「核兵器は 絶対悪」 廃絶への思い、秩父で伝える 元ヒバクシャ国際署名キャンペーンリーダー・林田光弘さん

2021年4月1日 07時15分

講演する林田さん

 自由と民主主義のための学生緊急行動(SEALDs=シールズ)の一員として活動し、「ヒバクシャ国際署名」キャンペーンリーダーも務めた林田光弘さん(28)=川崎市=の講演会が三月二十八日、秩父市野坂町の市福祉女性会館であった。林田さんは活動を振り返るとともに、核兵器廃絶の推進や被害者への共感、記憶を伝えていくことの重要性を訴えた。 (久間木聡)
 林田さんは長崎市出身で被爆三世。講演は「ヒバクシャ国際署名を通してふれた被爆者の思い」と題し、核兵器の保有や使用を全面的に禁じる核兵器禁止条約が一月に発効したことを踏まえて「核兵器は必要悪ではなく絶対悪になった」と強調。「人間を守るための条約であり人権条約だ」と説明した。
 核兵器廃絶と全ての国が核兵器禁止条約に参加することを求めたヒバクシャ国際署名は二〇一六年四月に始まり、今年一月に約千三百七十万筆を国連に提出した。活動の中心を担った林田さんは「広島、長崎が受けた傷を、人間が受けた傷として私たちが受け止められるかどうか。

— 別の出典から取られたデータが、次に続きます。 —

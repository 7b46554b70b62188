"""Sheet names that every spreadsheet program takes: short, plain, unique.

The rules: 1 to 31 UTF-16 units; none of ``/ \\ ? * : [ ]``; no apostrophe at either end; not
`History`; unique ignoring case. Beyond the rules, an exclamation mark becomes a hyphen and a straight
apostrophe a curly one, so that a name in a formula never needs escapes.
"""

import re

LIMIT = 31
"""Longest sheet name, in UTF-16 units (most emoji count two)."""

_FORBIDDEN = re.compile(r"[/\\?*:\[\]!\x00-\x1f\x7f\ud800-\udfff\ufffe\uffff]")


class SheetNames:
    """Hands out sheet names for one workbook, each once."""

    def __init__(self) -> None:
        self._taken = {"history"}

    def take(self, wanted: str) -> str:
        """The nearest permitted name that is still free; `Loan` where nothing of it is permitted."""
        plain = _FORBIDDEN.sub("-", wanted).strip().strip("'").strip().replace("'", "\u2019") or "Loan"
        name, number = _cut(plain, LIMIT), 1
        while _key(name) in self._taken:
            number += 1
            ending = f" ({number})"
            name = _cut(plain, LIMIT - len(ending)) + ending
        self._taken.add(_key(name))
        return name


def _key(name: str) -> str:
    """By what two names are the same; case folding grows some letters, which errs on the safe side."""
    return name.upper().casefold()


def units(text: str) -> int:
    """Length in UTF-16 units."""
    return len(text.encode("utf-16-le")) // 2


def _cut(text: str, limit: int) -> str:
    """The longest start of a text within a limit of UTF-16 units, without blanks at its end."""
    while units(text) > limit:
        text = text[:-1]
    return text.rstrip() or "Loan"
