"""How a formula speaks of cells before anybody knows where they will stand.

A report writes `ROUND([opening]*[rate]*30/360,2)`; the writer, which alone knows rows and columns,
puts the addresses in. A reference is one of

==============  ======================================================
`[key]`         this row's cell in the column `key`
`[key<]`        the cell one row of the table above; subtotals are stepped over
`[key@12]`      the cell in row 12 of the table, counted from 0
`[key:last]`    the last row of the table
`[key:total]`   the table's total
`[key:all]`     the whole column of the table, subtotals included
==============  ======================================================

A key may name another table of the same sheet: `[loans.balance:all]`. Everything outside brackets
stands as it is; defined names are written plainly.
"""

import re
from functools import lru_cache
from typing import NamedTuple

_REFERENCE = re.compile(r"\[(?:(\w+)\.)?(\w+)(<|@\d+|:last|:total|:all)?\]")


class Reference(NamedTuple):
    """One bracket of a formula.

    Attributes:
        table: key of the table; empty for the table the formula stands in.
        column: key of the column.
        where: `""`, `"<"`, `"@"`, `"last"`, `"total"` or `"all"`.
        row: the row for `"@"`, else 0.
    """

    table: str
    column: str
    where: str
    row: int


class Template(NamedTuple):
    """A formula taken apart: `text` has one `%s` for each of `references`."""

    text: str
    references: tuple[Reference, ...]


@lru_cache(maxsize=4096)
def template(formula: str) -> Template:
    """A formula taken apart into its text and its references."""
    references = tuple(_reference(match) for match in _REFERENCE.finditer(formula))
    return Template(_REFERENCE.sub("%s", formula.replace("%", "%%")), references)


def _reference(match: re.Match[str]) -> Reference:
    table, column, where = match.group(1) or "", match.group(2), match.group(3) or ""
    if where.startswith("@"):
        return Reference(table, column, "@", int(where[1:]))
    return Reference(table, column, where.removeprefix(":"), 0)
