"""The plain tables between reports and writers: columns with a role, labelled values, sheets."""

そして、人間として受けた傷なんだと私たちが言えるかどうかが、非常に大切だと気付かされた」と振り返った。
 その上で「核兵器の被害をどのように伝えていくのかというテーマと、いかに向き合っていくかを考えなければいけないと感じた」と述べた。広島や長崎、東京の若者らで立ち上げた「すすめ!核兵器禁止条約プロジェクト」の取り組みも紹介。協力を呼び掛けた。
 講演会は、秩父地域で国際交流や平和活動に取り組む市民団体「秩父ユネスコ協会」が、春の平和祭と銘打ち主催した。

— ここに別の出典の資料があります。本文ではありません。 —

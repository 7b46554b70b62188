"""A sheet as a stack of parts: labelled values, lines of text, tables, places for charts."""

from collections.abc import Sequence
from dataclasses import dataclass
from datetime import date
from typing import Any

from tenorbook.tables.table import Role, Table


@dataclass(frozen=True, slots=True, kw_only=True)
class Entry:
    """A label and a value.

    Attributes:
        label: in words.
        value: typed by `role`; an amount is an integer in units of 10^-digits.
        role: what the value is.
        digits: of an amount.
        shown_digits: of an amount: how many the format shows; `None`: all.
        name: the cell's name on its sheet, for formulas; empty: none.
        formula: how the value comes about, see `tables.formula`; `None`: a plain value.
        note: a few words to the right of the value.
    """

    label: str
    value: Any
    role: Role = Role.TEXT
    digits: int = 0
    shown_digits: int | None = None
    name: str = ""
    formula: str | None = None
    note: str = ""

    @property
    def is_amount(self) -> bool:
        """Whether the value is an integer in units of 10^-digits."""
        return self.role in (Role.AMOUNT, Role.BALANCE)


@dataclass(frozen=True, slots=True)
class Block:
    """Entries below each other under a small heading.

    Attributes:
        title: heading; empty: none.
        entries: at least one.
        label_column: sheet column (from 0) of the labels, which run on into the next columns.
        value_column: sheet column of the values.
    """

    title: str
    entries: tuple[Entry, ...]
    label_column: int = 0
    value_column: int = 2


@dataclass(frozen=True, slots=True)
class Blocks:
    """Blocks side by side."""

    blocks: tuple[Block, ...]


@dataclass(frozen=True, slots=True, kw_only=True)
class Check:
    """A difference that must be nothing, worked out by the spreadsheet itself.

    Attributes:
        label: what is held against what, in words.
        formula: of the difference (see `tables.formula`); `None`: a plain value.
        value: what the difference comes to, in units of 10^-digits.
        digits: of the difference.
        shown_digits: how many of them the format shows.
    """

    label: str
    formula: str | None
    value: int = 0
    digits: int = 0
    shown_digits: int = 0


@dataclass(frozen=True, slots=True)
class Checks:
    """Checks below each other, each with its difference and PASS or FAIL, and what they all come to.

    Attributes:
        title: heading.
        checks: at least one.
        name: of the cell that says whether all of them pass.
        label_column: sheet column (from 0) of the labels, which run on into the next columns.
        value_column: sheet column of the differences; the verdicts stand in the next one.
    """

    title: str
    checks: tuple[Check, ...]
    name: str
    label_column: int = 0
    value_column: int = 5


@dataclass(frozen=True, slots=True)
class Lines:
    """Sentences below each other, each running across the sheet.

    Attributes:
        title: heading; empty: none.
        texts: one a line.
        quiet: set smaller and greyer.
    """

    texts: tuple[str, ...]
    title: str = ""
    quiet: bool = False


@dataclass(frozen=True, slots=True)
class Series:
    """One line or stack of a chart: a column of a table on some sheet of the workbook.

    Attributes:
        name: in the legend.
        sheet: name of the sheet.
        table: key of the table.
        column: key of the column.
        values: what the column holds, for programs that draw without opening the sheet.
    """

    name: str
    sheet: str
    table: str
    column: str
    values: Sequence[float | str | date]


@dataclass(frozen=True, slots=True)
class Chart:
    """A native chart.

    Attributes:
        kind: `area` (along dates), `column` or `stacked column`.
        title: in words.
        unit: of the axis, in words: `USD thousand`.
        thousands: how many times the axis divides by a thousand.
        categories: the column along the bottom.
        series: what is drawn.
    """

    kind: str
    title: str
    unit: str
    thousands: int
    categories: Series
    series: tuple[Series, ...]


@dataclass(frozen=True, slots=True)
class Charts:
    """Charts side by side, in their own rows."""

    charts: tuple[Chart, ...]


Part = Blocks | Checks | Lines | Charts | Table


@dataclass(frozen=True, slots=True)
class Printed:
    """What of a sheet is printed.

    Attributes:
        columns: how many, from the left; `None`: all.
        parts: how many, from the top; `None`: all.
        on_one_page: how many parts, from the top, are printed on one page if that leaves them legible;
            then only what else there is room for on it is printed. 0: as many pages as it takes.
    """

    columns: int | None = None
    parts: int | None = None
    on_one_page: int = 0


@dataclass(frozen=True, slots=True, kw_only=True)
class Sheet:
    """One sheet of a workbook.

    Attributes:
        name: fits the rules for sheet names and is unique in its workbook (see `tables.names`).
        title: first line.
        subtitle: second line.
        back: name of the sheet (or `file#sheet`) that the link at the top leads to; empty: none.
        parts: below the title, one under the other.
        print_header: at the top right of every printed page.
        print_footer: at the bottom left of every printed page.
        printed: what of it is printed.
        logo: whether the logo stands at its top right, if there is one.
    """

    name: str
    title: str
    subtitle: str
    parts: Sequence[Part]
    back: str = ""
    print_header: str = ""
    print_footer: str = ""
    printed: Printed = Printed()
    logo: bool = False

 講演に先立ち、県立寄居城北高校一年の松本美咲さんと持田晴菜さん、東京都内の私立高校一年の高比良あかりさんの三人が、朗読劇「原爆ドームと楮山(かじやま)ヒロ子さん」を披露。広島市の自宅で一歳の時に被爆し、十五年後に急性リンパ性白血病で亡くなった楮山さんの生涯と平和への思いを訴えた。